Pour comparer ces heures, il ne faut pas prendre les heures payées via la mensualisation : ces heures (151,67) incluent en effet les jours de CP et les fériés, qui ne sont pas effectivement travaillés par le salarié (mais qui doivent néanmoins lui être payés).
Il faut prendre en compte un horaire réel théorique « moyen », c'est-à-dire basé sur la durée contractuelle moyenne de travail : soit 35h / semaine réparties sur 5 jours = 7 heures par jour en moyenne (dispositions légales en la matière). Cela permet de « neutraliser » les effets de la modulation qui se gère sur une année complète, par des périodes hautes et basses se compensant. Un salarié qui n'est pas présent toute l'année ne peut pas bénéficier de cet effet de « compensation », puisqu'il quitte l'entreprise avant le terme de la période de modulation.
| Semaines | 45 | 46 | 47 | 48 | 49 | 50 | 51 | 52 | 1 | 2 | 3 |
|---|---|---|---|---|---|---|---|---|---|---|---|
| Durée réelle | 0,00 | 0,00 | 0,00 | 0,00 | 42,00 | 39,5 | 48,00 | 41,00 | 28,00 | 32,00 | 32,00 |
| Durée payée | 0,00 | 0,00 | 0,00 | 0,00 | 35,00 | 35,00 | 35,00 | 28,00 | 28,00 | 35,00 | 35,00 |
| Semaines | 4 | 5 | 6 | 7 | 8 | 9 | 10 | 11 | 12 | 13 | Total |
|---|---|---|---|---|---|---|---|---|---|---|---|
| Durée réelle | 42,00 | 41,00 | 40,50 | 40,00 | 16,00 | 0,00 | 0,00 | 0,00 | 35,00 | 20,00 | 497.50 |
| Durée payée | 35,00 | 35,00 | 35,00 | 35,00 | 14,00 | 0,00 | 0,00 | 0,00 | 35,00 | 14,00 | 434 |
Les heures de maladie sont à zéro sur les 2 lignes, puisque le travail n'est ni effectué ni payé au salarié (les absences maladie étant déduites en paye, sur la base de la rémunération contractuelle lissée, soit 35h / semaine et 7h / jour).
On a donc payé 434 heures au salarié sur la durée de son CDD, alors qu'il en a effectué réellement 497.50. Le solde à régler est donc de 63.50 heures supplémentaires.
4. Questions fréquentes
Un salarié à temps plein peut-il refuser l'annualisation ?
Non.
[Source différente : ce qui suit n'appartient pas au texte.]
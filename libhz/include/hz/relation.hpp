// A published relation y(x) of stars or planets: where it holds, its scatter, and what it was built on. Read from
// catalogs/relations (embedded at build time).
#pragma once
#include <functional>
#include <optional>
#include <span>
#include <string>
#include <string_view>
#include <vector>

#include "hz/flux_limit.hpp"

namespace hz {

/// y = f(x) with everything a user of it must know. Units stand in `x_unit` and `y_unit`.
class Relation {
public:
  /// f at this x and the 68 per cent scatter of y about it, both in y's unit; x is first moved into the range and must
  /// be a number. Where pieces do not join, the end belongs to the piece above.
  [[nodiscard]] double operator()(double at) const;
  [[nodiscard]] double scatter(double at) const;
  /// dy/dx of the piece that this x lies on: a difference over a small step that crosses neither its ends nor the
  /// range's.
  [[nodiscard]] double slope(double at) const;
  [[nodiscard]] const Range& range() const { return range_; }

  std::string key;    // "bc_g_andrae18"
  std::string label;  // as it stands in a route: "BC_G(Teff)"
  std::string x;      // "teff", "color_vk", "absolute_magnitude_k", "spectral_subtype", "log_stellar_mass", …
  std::string y;      // "bc_g", "teff", "log_luminosity", "stellar_radius", …
  std::string x_unit, y_unit;
  std::string citation;  // "Andrae et al. 2018, A&A 616, A8"
  std::string doi;
  std::string provenance;      // how far the digits were checked
  std::string scatter_source;  // where the scatter comes from: printed, measured here on what, or adopted
  std::string warning;         // one sentence, or empty
  bool main_sequence = false;  // holds for dwarfs only
  /// Bolometric magnitude of the Sun that a bolometric correction was built with; empty for other relations.
  std::optional<double> solar_bolometric_magnitude;

private:
  friend class RelationReader;
  Range range_;
  std::vector<double> breaks_;             // where pieces meet, inside the range, rising
  std::function<double(double)> value_;    // inside the range
  std::function<double(double)> scatter_;  // inside the range, y's unit
};

/// The relation of this key; a broken precondition when there is none.
[[nodiscard]] const Relation& relation(std::string_view key);
[[nodiscard]] std::span<const Relation> all_relations();

}  // namespace hz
Pour les salariés à temps plein, la mise en place de l'annualisation ne constitue pas une modification du contrat de travail : ils ne peuvent donc pas s'y opposer, contrairement aux salariés à temps partiel.
À partir de combien d'heures se déclenchent les heures supplémentaires ?
Le principe est que toute heure effectuée au-delà de 1607 heures sur la période de référence constitue une heure supplémentaire. Ce seuil peut toutefois être réévalué à la baisse en cas d'absence, ou être apprécié au fur et à mesure lorsque l'amplitude haute prévue par l'accord est dépassée.
Comment les congés et fériés sont-ils comptés ?
Les jours de congés et les fériés chômés comptent pour 0 heure de travail effectif, qu'ils soient ou non payés. Seules les heures de présence effectives sont comptabilisées pour vérifier l'atteinte des 1607 heures.
Fiche rédigée par le service juridique de Paie & RH Solutions — Dernière mise à jour le 15/06/2026.